A Mauritius-based mineral exploration company says it is encouraged by initial gold deposits in Rwanda after the first exploratory drillings in the central African nation for fifty years.

While prices for base metals have dropped over the past year due to the economic global downturn, gold has flirted with record highs as investors look toward precious metals as a safe haven from turmoil in the financial system.

"The drillings have proven that there's gold down there," said Edward Mills, project manager for TransAfrika Resources Ltd. "The next step is to find the extension and see if we can come up with the results to say gold here has economic potential," he told Reuters in an interview late on Thursday.

TransAfrika said it had drilled 22 holes in the small hilly nation since being awarded a four-year contract in 2007. Small-scale artisanal production has dominated the local industry since Rwanda won independence from Belgium in 1962.

Mills said the company still needed to establish volume and grade for the deposits.
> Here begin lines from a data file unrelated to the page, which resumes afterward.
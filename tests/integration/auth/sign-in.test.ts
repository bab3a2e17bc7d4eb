import { and, desc, eq } from 'drizzle-orm';
import { afterAll, beforeAll, describe, expect, it } from 'vitest';
import { closeDb, db } from '@/db/client';
import { auditEntries, mailOutbox, users } from '@/db/schema';
import { verifyCredentials, verifySignaturePassword } from '@/lib/auth/credentials';
import { hashPassword } from '@/lib/auth/passwords';
import { ValidationError } from '@/lib/errors';

/*
 * Sign-in against the real database. 21 CFR 11.300(d) asks for safeguards against attempted
 * unauthorised use and for reporting such attempts; 11.10(e) asks that they leave an audit trail.
 * Five tries and fifteen minutes are common practice.
 */

const password = 'correct horse battery 42';
let seq = 0;

async function makeUser(): Promise<{ id: number; email: string }> {
  const email = `signin-${process.pid}-${Date.now()}-${seq++}@brackwater.example`;
  const [row] = await db
    .insert(users)
    .values({ email, name: 'Test Signer', role: 'operator', passwordHash: await hashPassword(password) })
    .$returningId();
  return { id: row!.id, email };
}

const auditActions = async (userId: number) =>
  (
    await db
      .select({ action: auditEntries.action, reason: auditEntries.reason })
      .from(auditEntries)
      .where(and(eq(auditEntries.recordType, 'user'), eq(auditEntries.recordId, userId)))
      .orderBy(desc(auditEntries.id))
  ).map((r) => r.action);

describe('sign-in and lock-out', () => {
  beforeAll(async () => {
    await db.select().from(users).limit(1);
  });
  afterAll(closeDb);

  it('accepts the right password and records the sign-in', async () => {
    const u = await makeUser();
    const result = await verifyCredentials(u.email.toUpperCase(), password);
    expect(result).toMatchObject({ id: u.id, email: u.email, role: 'operator' });
    expect(await auditActions(u.id)).toContain('signed_in');
  });

  it('gives the same answer for an unknown account as for a wrong password', async () => {
    const u = await makeUser();
    expect(await verifyCredentials('nobody-here@brackwater.example', password)).toBeNull();
    expect(await verifyCredentials(u.email, 'wrong password')).toBeNull();
  });

  it('locks the account after 5 consecutive failures, audits the lock, and refuses the right password while locked', async () => {
    const u = await makeUser();
    for (let i = 0; i < 4; i++) expect(await verifyCredentials(u.email, `wrong-${i}`)).toBeNull();
    let [row] = await db.select().from(users).where(eq(users.id, u.id));
    expect(row!.failedSignins).toBe(4);
    expect(row!.lockedUntil).toBeNull();

    expect(await verifyCredentials(u.email, 'wrong-5')).toBeNull();
    [row] = await db.select().from(users).where(eq(users.id, u.id));
    const minutes = (row!.lockedUntil!.getTime() - Date.now()) / 60_000;
    expect(minutes).toBeGreaterThan(14.9);
    expect(minutes).toBeLessThanOrEqual(15);

    expect(await verifyCredentials(u.email, password)).toBeNull();
    const actions = await auditActions(u.id);
    expect(actions.filter((a) => a === 'sign_in_failed')).toHaveLength(5);
    expect(actions).toContain('account_locked');
    expect(actions[0]).toBe('sign_in_refused_locked');

    // 11.300(d): attempts are reported "in an immediate and urgent manner" — every active
    // administrator gets a notice queued with the lock.
    const notices = await db
      .select({ to: mailOutbox.toAddress, template: mailOutbox.template })
      .from(mailOutbox)
      .where(and(eq(mailOutbox.recordType, 'user'), eq(mailOutbox.recordId, u.id)));
    const admins = await db
      .select({ email: users.email })
      .from(users)
      .where(and(eq(users.role, 'admin'), eq(users.active, true)));
    expect(admins.length).toBeGreaterThan(0);
    expect(notices.map((n) => n.to).sort()).toEqual(admins.map((a) => a.email).sort());
    expect(notices.every((n) => n.template === 'account_locked')).toBe(true);
  });

  it('lets the user back in once the lock has expired, and a success resets the count', async () => {
    const u = await makeUser();
    await db.update(users).set({ failedSignins: 3, lockedUntil: new Date(Date.now() - 1000) }).where(eq(users.id, u.id));
    expect(await verifyCredentials(u.email, password)).not.toBeNull();
    const [row] = await db.select().from(users).where(eq(users.id, u.id));
    expect(row!.failedSignins).toBe(0);
  });

  it('refuses a deactivated account even with the right password', async () => {
    const u = await makeUser();
    await db.update(users).set({ active: false }).where(eq(users.id, u.id));
    expect(await verifyCredentials(u.email, password)).toBeNull();
  });

  it('locks at exactly the fifth failure when wrong passwords arrive all at once (21 CFR 11.300(d); 5 tries: common practice)', async () => {
    const u = await makeUser();
    const tries = 8;
    const results = await Promise.all(Array.from({ length: tries }, (_, i) => verifyCredentials(u.email, `parallel-wrong-${i}`)));
    expect(results.every((r) => r === null)).toBe(true);

    const [row] = await db.select().from(users).where(eq(users.id, u.id));
    expect(row!.lockedUntil).not.toBeNull();
    expect(row!.failedSignins).toBe(0);
    const actions = await auditActions(u.id);
    // Counted one after another under the row's lock: five failures, one lock, the rest refused.
    expect(actions.filter((a) => a === 'sign_in_failed')).toHaveLength(5);
    expect(actions.filter((a) => a === 'account_locked')).toHaveLength(1);
    expect(actions.filter((a) => a === 'sign_in_refused_locked')).toHaveLength(tries - 5);
    const notices = await db
      .select({ id: mailOutbox.id })
      .from(mailOutbox)
      .where(and(eq(mailOutbox.recordType, 'user'), eq(mailOutbox.recordId, u.id)));
    const admins = await db.select({ id: users.id }).from(users).where(and(eq(users.role, 'admin'), eq(users.active, true)));
    expect(notices).toHaveLength(admins.length);
  });

  it('counts a wrong signature password even when the caller’s transaction rolls back (21 CFR 11.300(d))', async () => {
    const u = await makeUser();
    class Rollback extends Error {}
    await db
      .transaction(async (tx) => {
        await tx.select().from(users).where(eq(users.id, u.id));
        await expect(verifySignaturePassword(u.id, 'not it')).rejects.toBeInstanceOf(ValidationError);
        throw new Rollback();
      })
      .catch((err: unknown) => {
        if (!(err instanceof Rollback)) throw err;
      });
    const [row] = await db.select().from(users).where(eq(users.id, u.id));
    expect(row!.failedSignins).toBe(1);
    expect(await auditActions(u.id)).toContain('signature_password_failed');
  });

  it('keeps sign-in bookkeeping out of the account’s version, so an administrator’s open form stays current (common practice)', async () => {
    const u = await makeUser();
    for (let i = 0; i < 5; i++) await verifyCredentials(u.email, `wrong-${i}`);
    await verifyCredentials(u.email, password);
    await db.update(users).set({ lockedUntil: new Date(Date.now() - 1000) }).where(eq(users.id, u.id));
    expect(await verifyCredentials(u.email, password)).not.toBeNull();
    const [row] = await db.select().from(users).where(eq(users.id, u.id));
    expect(row).toMatchObject({ version: 1, failedSignins: 0, lockedUntil: null });
    expect(row!.lastSigninAt).not.toBeNull();
  });

  it('counts a wrong signature password toward the same lock-out (21 CFR 11.200(a), 11.300(d))', async () => {
    const u = await makeUser();
    await expect(verifySignaturePassword(u.id, 'nope')).rejects.toBeInstanceOf(ValidationError);
    await expect(verifySignaturePassword(u.id, 'nope')).rejects.toThrow(/not correct/);
    const [row] = await db.select().from(users).where(eq(users.id, u.id));
    expect(row!.failedSignins).toBe(2);
    expect(await auditActions(u.id)).toContain('signature_password_failed');
    await expect(verifySignaturePassword(u.id, password)).resolves.toBeUndefined();
  });
});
He said TransAfrika will have invested around $15 million by October of this year.

The unlisted company has two exploration permits in Rwanda covering approximately 970.9 square kilometres, according to its website, www.transafrikaresources.com.
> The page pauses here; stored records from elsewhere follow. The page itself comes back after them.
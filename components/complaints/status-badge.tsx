import { StatusBadge, type Tone } from '@/components/ui/status-badge';
import type { ReportCountdown } from '@/lib/complaints/deadline';
import { complaintStateLabels } from '@/lib/complaints/labels';
import type { ComplaintState } from '@/workflows/states';

export const complaintStateTones: Record<ComplaintState, Tone> = {
  received: 'warn',
  assessment: 'info',
  investigation: 'info',
  response: 'warn',
  closed: 'ok',
};

export function ComplaintStatusBadge({ status }: { status: ComplaintState }) {
  return <StatusBadge tone={complaintStateTones[status]} label={complaintStateLabels[status]} />;
}

const countdownTones: Record<ReportCountdown['tone'], Tone> = { ok: 'info', warn: 'warn', danger: 'danger', done: 'ok' };

/** The report deadline and what is left of it, as a chip: "Report due 2026-12-07 · 3 business days left". */
export function ReportCountdownBadge({ report, compact = false }: { report: ReportCountdown; compact?: boolean }) {
  const label = compact ? report.text : `Report due ${report.dueOn} · ${report.text}`;
  return <StatusBadge tone={countdownTones[report.tone]} label={label} />;
}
Rwandan President Paul Kagame has been praised for fostering robust growth since the 1994 genocide of 800,000 Tutsis and moderate Hutus. In 2008, the economy grew 11.2 percent, according to the central bank.

Rwanda's mineral industry earned more than $41 million from tin ore cassiterite, $37 million from coltan and almost $13 million from wolfram, or tungsten, last year, the bank said in a report this week. Coltan is used in mobile phone electronics.

Mills said TransAfrika, which operates in seven countries across the continent, may float on the South African stock market later this year depending on the world financial crisis.

Some 80 percent of Rwanda's known gold deposits lie in the inaccessible Nyungwe Forest, an ecological hotspot that is home to chimpanzees and large troops of Colobus monkeys, Mills said.

He said Rogi Mining Ltd, a rival Russian company, won exploration contracts for the best gold deposits identified by the Belgians a few years ago, but have yet to start drilling.

"I still think it's early days, but we are encouraged by our initial results," Mills said.